The concept and structure of robots.txt has been developed more than a decade ago and if you are interested to learn more about it, visit http://www.robotstxt.org/ or you can go straight to the Standard for Robot Exclusion because in this article we will deal only with the most important aspects of a robots.txt file. Next we will continue with the structure a robots.txt file.

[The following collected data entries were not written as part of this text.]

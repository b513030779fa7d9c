"""Cast: Mara manages every site; Cleo is crew and Cora a contact at the weir. Module KM-1 stood at the weir, then at
the mill, and stands at the weir again."""

from __future__ import annotations

import csv
import datetime as dt
import io

import pytest
import time_machine
from django.db import connection
from django.test import Client
from django.test.utils import CaptureQueriesContext
from django.urls import reverse

from fleet.actions.entries import CounterEntry, PartChange
from fleet.actions.place_module import place_module
from fleet.actions.rebuild_clocks import rebuild_clocks
from fleet.actions.record_visit import record_visit
from fleet.actions.report_stop import report_stop
from fleet.models import Fitting
from tests.factories import Carriage, make_bench, make_crew, make_depot, make_site

pytestmark = pytest.mark.django_db
NOW = dt.datetime(2026, 3, 9, 14, 5, tzinfo=dt.UTC)


@pytest.fixture(autouse=True)
def _now():
    with time_machine.travel(NOW, tick=False):
        yield


def noon(text: str) -> dt.datetime:
    return dt.datetime.fromisoformat(f"{text}T12:00:00+00:00")


def visit(carriage: Carriage, day: str, strokes: int | None = None, note: str = "", **change):
    entry = CounterEntry(strokes=strokes) if strokes is not None else None
    changes = [PartChange(**{"position": carriage.nut, "part": carriage.n2, **change})] if change else []
    return record_visit(
        by=carriage.manager, module=carriage.module, happened_at=noon(day), counter=entry, changes=changes, note=note
    )


@pytest.fixture
def weir() -> Carriage:
    """At the weir to June 2025, at the mill to the end of the year, at the weir again."""
    site = make_site(code="WEIR", name="North Weir", zone="Europe/Lisbon")
    carriage = Carriage(site=site, code="KM-1", from_on=dt.date(2025, 1, 10), bay="B-4")
    mill = make_site(code="MILL", name="Old Mill", zone="Europe/Lisbon")
    carriage.fit(carriage.n1, "2025-01-10")
    carriage.fit(carriage.s1, "2025-01-10")
    visit(carriage, "2025-01-10", strokes=0)
    visit(carriage, "2025-03-02", strokes=40_000, note="first nut", reason="failed", mode=carriage.worn)
    place_module(by=carriage.manager, module=carriage.module, site=mill, from_on=dt.date(2025, 6, 1))
    visit(carriage, "2025-08-20", strokes=90_000, note="a secret of the mill", reason="failed", mode=carriage.worn)
    visit(carriage, "2025-10-03", strokes=104_000, note="another secret", reason="planned")
    place_module(by=carriage.manager, module=carriage.module, site=site, from_on=dt.date(2026, 1, 1), bay="B-4")
    visit(carriage, "2026-02-01", strokes=150_000, note="back home", reason="planned")
    return carriage


def page(person, **query: str):
    client = Client()
    client.force_login(person)
    return client.get(reverse("module", args=["KM-1"]), query)


def plain(answer) -> str:
    return answer.content.decode().replace("\u202f", " ").replace("\u00a0", " ")


def test_a_manager_sees_all_of_its_past(weir):
    answer = page(weir.manager)
    text = plain(answer)
    assert answer.status_code == 200
    for told in (
        "North Weir",
        "Bay B-4",
        "here since 1 January 2026",
        "first nut",
        "a secret of the mill",
        "back home",
    ):
        assert told in text
    lines = answer.context["drawings"]["wide"]
    assert lines.count('class="fail"') == 2
    assert lines.count('class="wd"') == 2


def test_a_contact_sees_only_what_happened_at_their_site(weir):
    answer = page(weir.contact)
    text = plain(answer)
    assert "first nut" in text
    assert "back home" in text
    for secret in ("a secret of the mill", "Old Mill", "MILL", "20 August 2025", "90 000", "another secret"):
        assert secret not in text
    lines = answer.context["drawings"]["wide"]
    assert lines.count('class="fail"') == 1
    assert lines.count('class="open-start"') == 2  # nut and screw came back with it
    fitted = {line.stay.fitting.pk: line.stay for line in answer.context["fittings"]}
    middle = Fitting.objects.get(fitted_on="2025-03-02")
    assert (fitted[middle.pk].fitted_on, fitted[middle.pk].removed_on) == (dt.date(2025, 3, 2), None)
    assert Fitting.objects.get(fitted_on="2025-08-20").pk not in fitted  # it came and went at the mill
    second = Fitting.objects.get(fitted_on="2025-10-03")
    assert (fitted[second.pk].fitted_on, fitted[second.pk].removed_on) == (None, dt.date(2026, 2, 1))


def test_its_file_tells_a_contact_no_more_than_the_page(weir):
    text = b"".join(page(weir.contact, **{"as": "csv"}).streaming_content).decode("utf-8-sig")
    rows = list(csv.DictReader(io.StringIO(text)))
    assert len(rows) == 5
    assert "2025-08-20" not in text
    assert "2025-10-03" not in text
    whole = b"".join(page(weir.manager, **{"as": "csv"}).streaming_content).decode("utf-8-sig")
    assert "2025-08-20" in whole
    first = next(row for row in csv.DictReader(io.StringIO(whole)) if row["removed_on"] == "2025-03-02")
    assert (first["age"], first["clock"], first["counted"], first["reason"]) == ("40000", "strokes", "yes", "failed")


def test_crews_of_other_sites_and_strangers_see_nothing(weir):
    assert page(make_crew(make_site())).status_code == 404
    assert Client().get(reverse("module", args=["KM-1"])).status_code == 302
    assert Client().get(reverse("module", args=["KM-1"])).url.startswith(reverse("sign_in"))


def test_what_is_fitted_now_with_its_age(weir):
    rows = {row.name: row for row in page(weir.manager).context["fitted"]}
    nut, screw = rows[weir.nuts.title], rows[weir.screws.title]
    assert (nut.fitting.part, nut.since) == (weir.n2, dt.date(2026, 2, 1))
    assert nut.age.value > 0
    assert not nut.age.measured
    # Days are exact: from the fitting to now, in service throughout.
    assert screw.age.value == pytest.approx((dt.date(2026, 3, 9) - dt.date(2025, 1, 10)).days + 14 / 24, abs=0.1)
    assert "the last reading, are reckoned with the recent duty" in plain(page(weir.manager))


def test_an_empty_position_and_an_unknown_day_say_so(weir):
    Fitting.objects.filter(position=weir.screw).delete()
    assert "empty" in plain(page(weir.manager))
    from tests.factories import make_fitting

    make_fitting(module=weir.module, position=weir.screw, part=weir.s1, fitted_on=None)
    rebuild_clocks([weir.module.pk])
    answer = page(weir.manager)
    assert "fitting day not known" in answer.context["drawings"]["wide"]
    assert "not known" in plain(answer)
    assert {"kind": "open", "label": "since when is not known"} in answer.context["key"]


def test_the_state_sentence(weir):
    assert "Running." in plain(page(weir.manager))
    report_stop(by=weir.contact, module=weir.module, stopped_at=noon("2026-03-08"), note="motor hums")
    text = plain(page(weir.manager))
    assert "Stands still since 8 March 2026, 12:00" in text
    assert "motor hums" in text
    depot = make_depot(name="Long Shed")
    place_module(by=weir.manager, module=weir.module, site=depot, from_on=dt.date(2026, 3, 9))
    assert "At Long Shed since 9 March 2026; its parts do not age meanwhile." in plain(page(weir.manager))
    assert page(make_bench(depot)).status_code == 200
    assert page(weir.contact).status_code == 404  # it stands there no more


def test_what_each_person_may_do_from_here(weir):
    def names(person) -> list[str]:
        return [action["name"] for action in page(person).context["actions"]]

    assert names(weir.contact) == ["Report a stop"]
    assert names(weir.crew) == ["Log a visit", "Report a stop", "Read the counter"]
    assert names(weir.manager)[0] == "Log a visit"


def test_correcting_is_offered_to_the_office_and_for_own_entries_of_the_day(weir):
    own = record_visit(by=weir.crew, module=weir.module, happened_at=NOW - dt.timedelta(hours=1))

    def offered(person) -> set[int]:
        return {visit.pk for visit in page(person).context["page"].visits if visit.correctable}

    assert offered(weir.crew) == {own.pk}
    assert len(offered(weir.manager)) == 6
    assert offered(weir.contact) == set()
    with time_machine.travel(NOW + dt.timedelta(days=1), tick=False):
        assert offered(weir.crew) == set()


def test_anyone_marks_a_line_and_it_shows(weir):
    client = Client()
    client.force_login(weir.contact)
    seen = page(weir.contact).context["page"].visits.object_list[0]
    client.post(reverse("say_looks_wrong", args=["visit", seen.pk]), {"word": "that was the other module"})
    assert "marked: looks wrong" in plain(page(weir.manager))


def test_struck_out_records_stay_readable_and_leave_the_drawing(weir):
    from fleet.actions.strike_out import strike_out

    reading = page(weir.manager).context["page"].readings[0]
    strike_out(by=weir.manager, record=reading, reason="read on the wrong module")
    answer = page(weir.manager)
    assert "Struck out: read on the wrong module" in plain(answer)
    assert answer.context["page"].clock.read_last("strokes") < dt.date(2026, 1, 1).toordinal()


def test_visits_page_and_keep_their_page_in_the_address(weir):
    for offset in range(14):
        record_visit(by=weir.manager, module=weir.module, happened_at=NOW - dt.timedelta(hours=offset))
    first, second = page(weir.manager), page(weir.manager, page="2")
    assert len(first.context["page"].visits.object_list) == 12
    assert first.context["page"].visits.paginator.count == 19
    assert len(second.context["page"].visits.object_list) == 7
    assert page(weir.manager, page="x\x00").status_code == 200
    assert page(weir.manager, page="9" * 30).status_code == 200


@pytest.mark.parametrize("who", ["manager", "crew", "contact"])
def test_a_longer_past_asks_no_more_questions(weir, who):
    person = getattr(weir, who)
    page(person)
    with CaptureQueriesContext(connection) as few:
        page(person)
    for month in range(1, 3):
        for day in (5, 12, 19):
            stamp = f"2026-0{month}-{day:02d}"
            if month == 2 or day > 1:
                visit(carriage=weir, day=stamp, note=f"visit {stamp}")
    report_stop(by=weir.manager, module=weir.module, stopped_at=noon("2026-03-07"))
    with CaptureQueriesContext(connection) as many:
        page(person)
    assert len(many) <= len(few)


def test_no_style_stands_in_the_page_and_every_control_has_a_name(weir):
    text = page(weir.manager).content.decode()
    assert " style=" not in text
    assert "<script>" not in text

Structure of a Robots.txt File
The structure of a robots.txt is pretty simple (and barely flexible) – it is an endless list of user agents and disallowed files and directories. Basically, the syntax is as follows:



“User-agent” are search engines' crawlers and disallow: lists the files and directories to be excluded from indexing. In addition to “user-agent:” and “disallow:” entries, you can include comment lines – just put the # sign at the beginning of the line:

# All user agents are disallowed to see the /temp directory.

User-agent: *

Disallow: /temp/

The Traps of a Robots.txt File
When you start making complicated files – i.e. you decide to allow different user agents access to different directories – problems can start, if you do not pay special attention to the traps of a robots.txt file. Common mistakes include typos and contradicting directives. Typos are misspelled user-agents, directories, missing colons after User-agent and Disallow, etc. Typos can be tricky to find but in some cases validation tools help.

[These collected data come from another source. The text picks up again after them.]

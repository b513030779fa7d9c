"""Cast: Ada is a manager of every site, Cleo a crew member, Mallory nobody."""

from __future__ import annotations

import datetime as dt

import pytest
import time_machine
from django.db import OperationalError
from django.test import Client
from django.urls import reverse

from fleet.models import Person
from fleet.reset_links import reset_path

pytestmark = pytest.mark.django_db
PASSWORD = "three plain words 7"
EIGHT_WEEKS = 8 * 7 * 24 * 3600


@pytest.fixture
def ada() -> Person:
    return Person.objects.create_user("ADA", PASSWORD, name="Ada", role="manager", all_sites=True)


@pytest.fixture
def cleo() -> Person:
    return Person.objects.create_user("CLEO", PASSWORD, name="Cleo", role="crew")


def enter(client: Client, code: str = "ada", password: str = PASSWORD, **more: str):
    return client.post(reverse("sign_in"), {"username": code, "password": password, **more})


def test_signs_in_whatever_the_capitals_of_the_code_and_stays_for_eight_weeks(client, ada):
    answer = enter(client, " ada ")
    assert answer.status_code == 302
    assert answer.url == "/"
    assert client.session["_auth_user_id"] == str(ada.pk)
    assert client.cookies["halfnut_session"]["max-age"] == EIGHT_WEEKS
    assert client.cookies["halfnut_session"]["httponly"]


def test_goes_on_to_where_the_person_wanted_to_be_but_never_outside(client, ada):
    assert enter(client, next="/m/KM-1").url == "/m/KM-1"
    client.logout()
    assert enter(client, next="https://elsewhere.example/m").url == "/"
    client.logout()
    assert enter(client, next="//elsewhere.example").url == "/"


@pytest.mark.parametrize("code", ["ada", "nobody", "a\x00b", "x" * 10_000])
def test_wrong_entries_are_told_in_words_and_nothing_else(client, ada, code):
    answer = enter(client, code, "not it")
    assert answer.status_code == 422
    assert "_auth_user_id" not in client.session
    assert answer.context["form"].errors


def test_a_closed_account_does_not_get_in(client, ada):
    ada.is_active = False
    ada.save()
    assert enter(client).status_code == 422


def test_leaving_takes_a_post(client, ada):
    client.force_login(ada)
    assert client.get(reverse("sign_out")).status_code == 405
    signed_out = client.post(reverse("sign_out"))
    assert signed_out.url == reverse("sign_in")
    assert signed_out["Clear-Site-Data"] == '"cache"'
    assert "_auth_user_id" not in client.session


def test_eight_wrong_tries_close_one_name_at_one_address_for_a_while(client, ada, cleo, settings):
    settings.AXES_ENABLED = True
    for _ in range(7):
        assert enter(client, "ada", "guess").status_code == 422
    locked = enter(client, "aDA", "guess")
    assert locked.status_code == 429
    assert "15\u00a0minutes" in locked.content.decode()
    assert enter(client, "ada").status_code == 429  # even with the right one
    assert enter(client, "cleo").status_code == 302  # a colleague behind the same address
    elsewhere = Client(REMOTE_ADDR="192.0.2.7")
    assert enter(elsewhere, "ada").status_code == 302


def test_a_link_sets_a_new_password_once_and_opens_the_lock(client, ada, settings):
    settings.AXES_ENABLED = True
    for _ in range(8):
        enter(client, "ada", "guess")
    link = reset_path(ada)
    assert client.get(link).status_code == 200
    new = "another quiet word 9"
    assert client.post(link, {"new_password1": new, "new_password2": "x"}).status_code == 422
    assert client.post(link, {"new_password1": new, "new_password2": new}).status_code == 302
    assert enter(client, "ada", new).status_code == 302
    client.logout()
    assert client.get(link).status_code == 404
    assert client.post(link, {"new_password1": "x" * 12, "new_password2": "x" * 12}).status_code == 404


def test_a_link_ends_after_three_days(client, ada):
    with time_machine.travel(dt.datetime(2026, 3, 2, 8, 0, tzinfo=dt.UTC), tick=False) as journey:
        link = reset_path(ada)
        journey.shift(dt.timedelta(days=2, hours=23))
        assert client.get(link).status_code == 200
        journey.shift(dt.timedelta(hours=2))
        assert client.get(link).status_code == 404


@pytest.mark.parametrize("uid", ["MQ", "AAAA", "____", "OTk5OTk5OTk5OTk5OTk5OTk5OTk5OQ", "4pi5"])
def test_invented_links_are_no_links(client, ada, uid):
    assert client.get(reverse("reset_password", kwargs={"uidb64": uid, "token": "c0-ffee"})).status_code == 404


@pytest.mark.parametrize("weak", ["short", "password123", "1234567890123"])
def test_weak_passwords_are_refused_with_the_reason(client, ada, weak):
    answer = client.post(reset_path(ada), {"new_password1": weak, "new_password2": weak})
    assert answer.status_code == 422
    assert answer.context["form"].errors["new_password2"]


def test_changing_the_password_keeps_this_device_and_signs_the_others_out(ada):
    here, phone = Client(), Client()
    enter(here)
    enter(phone)
    new = {"old_password": PASSWORD, "new_password1": "a longer word 33", "new_password2": "a longer word 33"}
    assert here.post(reverse("change_password"), {**new, "old_password": "?"}).status_code == 422
    assert here.post(reverse("change_password"), new).status_code == 302
    assert here.get(reverse("change_password")).status_code == 200
    assert phone.get(reverse("change_password")).status_code == 302
    change = Person.history.filter(code="ADA").latest()
    assert (change.history_user, change.source, change.history_change_reason) == (ada, "browser", "new password")


def test_nobody_changes_a_password_without_signing_in(client, ada):
    answer = client.get(reverse("change_password"))
    assert answer.url == f"{reverse('sign_in')}?next={reverse('change_password')}"


def test_who_waited_too_long_for_the_database_is_told_so_and_nothing_else_is_hidden(client, ada, monkeypatch):
    """The embedded database lets one write at a time; a large import may take longer than anybody waits."""
    for words, status in (("database is locked", 503), ("no such table", 500)):

        def locked(*_: object, words: str = words) -> None:
            raise OperationalError(words)

        monkeypatch.setattr("fleet.views.sign_in.login", locked)
        client.raise_request_exception = False
        answer = enter(client)
        assert answer.status_code == status
        assert ("send it again" in answer.content.decode()) is (status == 503)
        assert answer.has_header("Retry-After") is (status == 503)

The more serious problem is with logical errors. For instance:

User-agent: *

Disallow: /temp/

User-agent: Googlebot

Disallow: /images/

Disallow: /temp/

Disallow: /cgi-bin/

The above example is from a robots.txt that allows all agents to access everything on the site except the /temp directory. Up to here it is fine but later on there is another record that specifies more restrictive terms for Googlebot. When Googlebot starts reading robots.txt, it will see that all user agents (including Googlebot itself) are allowed to all folders except /temp/. This is enough for Googlebot to know, so it will not read the file to the end and will index everything except /temp/ - including /images/ and /cgi-bin/, which you think you have told it not to touch. You see, the structure of a robots.txt file is simple but still serious mistakes can be made easily.

Tools to Generate and Validate a Robots.txt File
Having in mind the simple syntax of a robots.txt file, you can always read it to see if everything is OK but it is much easier to use a validator, like this one: http://tool.motoricerca.info/robots-checker.phtml. These tools report about common mistakes like missing slashes or colons, which if not detected compromise your efforts. For instance, if you have typed:

User agent: *

Disallow: /temp/

this is wrong because there is no slash between “user” and “agent” and the syntax is incorrect.

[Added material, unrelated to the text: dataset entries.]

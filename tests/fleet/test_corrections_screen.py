"""Correcting, striking out and doubting a record from its module's page."""

from __future__ import annotations

import pytest
from django.test import Client
from django.utils import timezone

from fleet.actions.entries import PartChange
from fleet.actions.record_visit import record_visit
from fleet.formats import long_day
from fleet.models import Fitting, LooksWrong, Visit
from tests.factories import Carriage, make_crew

pytestmark = pytest.mark.django_db


@pytest.fixture
def weir() -> Carriage:
    return Carriage()


def signed_in(person: object) -> Client:
    client = Client()
    client.force_login(person)
    return client


def logged(weir: Carriage) -> tuple[Visit, Fitting]:
    """The crew changes a nut that the manager had fitted."""
    nut = weir.fit()
    change = PartChange(position=weir.nut, reason="failed", mode=weir.worn, part=weir.n2)
    visit = record_visit(by=weir.crew, module=weir.module, happened_at=timezone.now(), changes=[change])
    nut.refresh_from_db()
    return visit, nut


def test_a_manager_corrects_a_note_and_the_history_keeps_why(weir: Carriage) -> None:
    visit, _ = logged(weir)
    client = signed_in(weir.manager)
    form = client.get(f"/correct/visit/{visit.pk}/").context["form"]
    entry = {name: form[name].value() or "" for name in form.fields} | {"note": "rain", "reason": "left out"}
    entry["happened_at"] = visit.happened_at.astimezone(weir.site.tz).strftime("%Y-%m-%dT%H:%M")
    answer = client.post(f"/correct/visit/{visit.pk}/", entry)
    assert answer.status_code == 302, answer.context["form"].errors
    visit.refresh_from_db()
    assert visit.note == "rain"
    assert "left out" in client.get("/history/?kind=visit").content.decode()


def test_a_crew_corrects_its_own_removal_of_somebody_elses_fitting(weir: Carriage) -> None:
    _, nut = logged(weir)
    assert signed_in(weir.crew).get(f"/correct/fitting/{nut.pk}/").status_code == 200
    assert signed_in(make_crew(weir.site)).get(f"/correct/fitting/{nut.pk}/").status_code == 403


def test_a_refused_reason_is_told_at_the_removal(weir: Carriage) -> None:
    _, nut = logged(weir)
    client = signed_in(weir.manager)
    form = client.get(f"/correct/fitting/{nut.pk}/").context["form"]
    entry = {name: form[name].value() or "" for name in form.fields} | {"reason": "typing", "removal": ""}
    answer = client.post(f"/correct/fitting/{nut.pk}/", {**entry, "age_at_fit": 0})
    assert answer.status_code == 422
    assert answer.context["form"].errors


def test_a_record_is_struck_out_with_a_reason_only(weir: Carriage) -> None:
    visit, _ = logged(weir)
    client = signed_in(weir.manager)
    shown = {"version": visit.version}
    assert client.post(f"/strike-out/visit/{visit.pk}/", {**shown, "reason": ""}).status_code == 422
    refused = client.post(f"/strike-out/visit/{visit.pk}/", {**shown, "reason": "wrong module"})
    assert refused.status_code == 422
    gone = client.post(f"/strike-out/visit/{visit.pk}/", {**shown, "reason": "wrong module", "with_all": "on"})
    assert gone.status_code == 302
    visit.refresh_from_db()
    assert visit.struck_out == "wrong module"


def test_a_contact_doubts_and_a_manager_settles(weir: Carriage) -> None:
    visit, _ = logged(weir)
    contact = signed_in(weir.contact)
    assert contact.post(f"/looks-wrong/visit/{visit.pk}/", {"word": ""}).status_code == 422
    assert contact.post(f"/looks-wrong/visit/{visit.pk}/", {"word": "nobody was here"}).status_code == 302
    mark = LooksWrong.objects.get()
    manager = signed_in(weir.manager)
    assert "nobody was here" in manager.get("/").content.decode()
    assert manager.get(f"/looks-wrong/{mark.pk}/").status_code == 200
    done = manager.post(f"/looks-wrong/{mark.pk}/", {"outcome": "confirmed", "answer": "Rosa was"})
    assert done.status_code == 302
    assert "nobody was here" not in manager.get("/").content.decode()


def test_a_record_is_named_in_words_not_by_its_code(weir: Carriage) -> None:
    visit, nut = logged(weir)
    client, day = signed_in(weir.manager), long_day(weir.site.day_of(visit.happened_at))
    lead = client.get(f"/correct/visit/{visit.pk}/").context["lead"]
    assert f"the visit of {day}" in lead
    assert visit.code not in lead
    lead = client.get(f"/strike-out/fitting/{nut.pk}/").context["lead"]
    assert f"{nut.part.code} at " in lead
    assert f"out {day}, failed" in lead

In those cases, when you have a complex robots.txt file – i.e. you give different instructions to different user agents or you have a long list of directories and subdirectories to exclude, writing the file manually can be a real pain. But do not worry – there are tools that will generate the file for you. What is more, there are visual tools that allow to point and select which files and folders are to be excluded. But even if you do not feel like buying a graphical tool for robots.txt generation, there are online tools to assist you. For instance, the Server-Side Robots Generator offers a dropdown list of user agents and a text box for you to list the files you don't want indexed. Honestly, it is not much of a help, unless you want to set specific rules for different search engines because in any case it is up to you to type the list of directories but is more than nothing.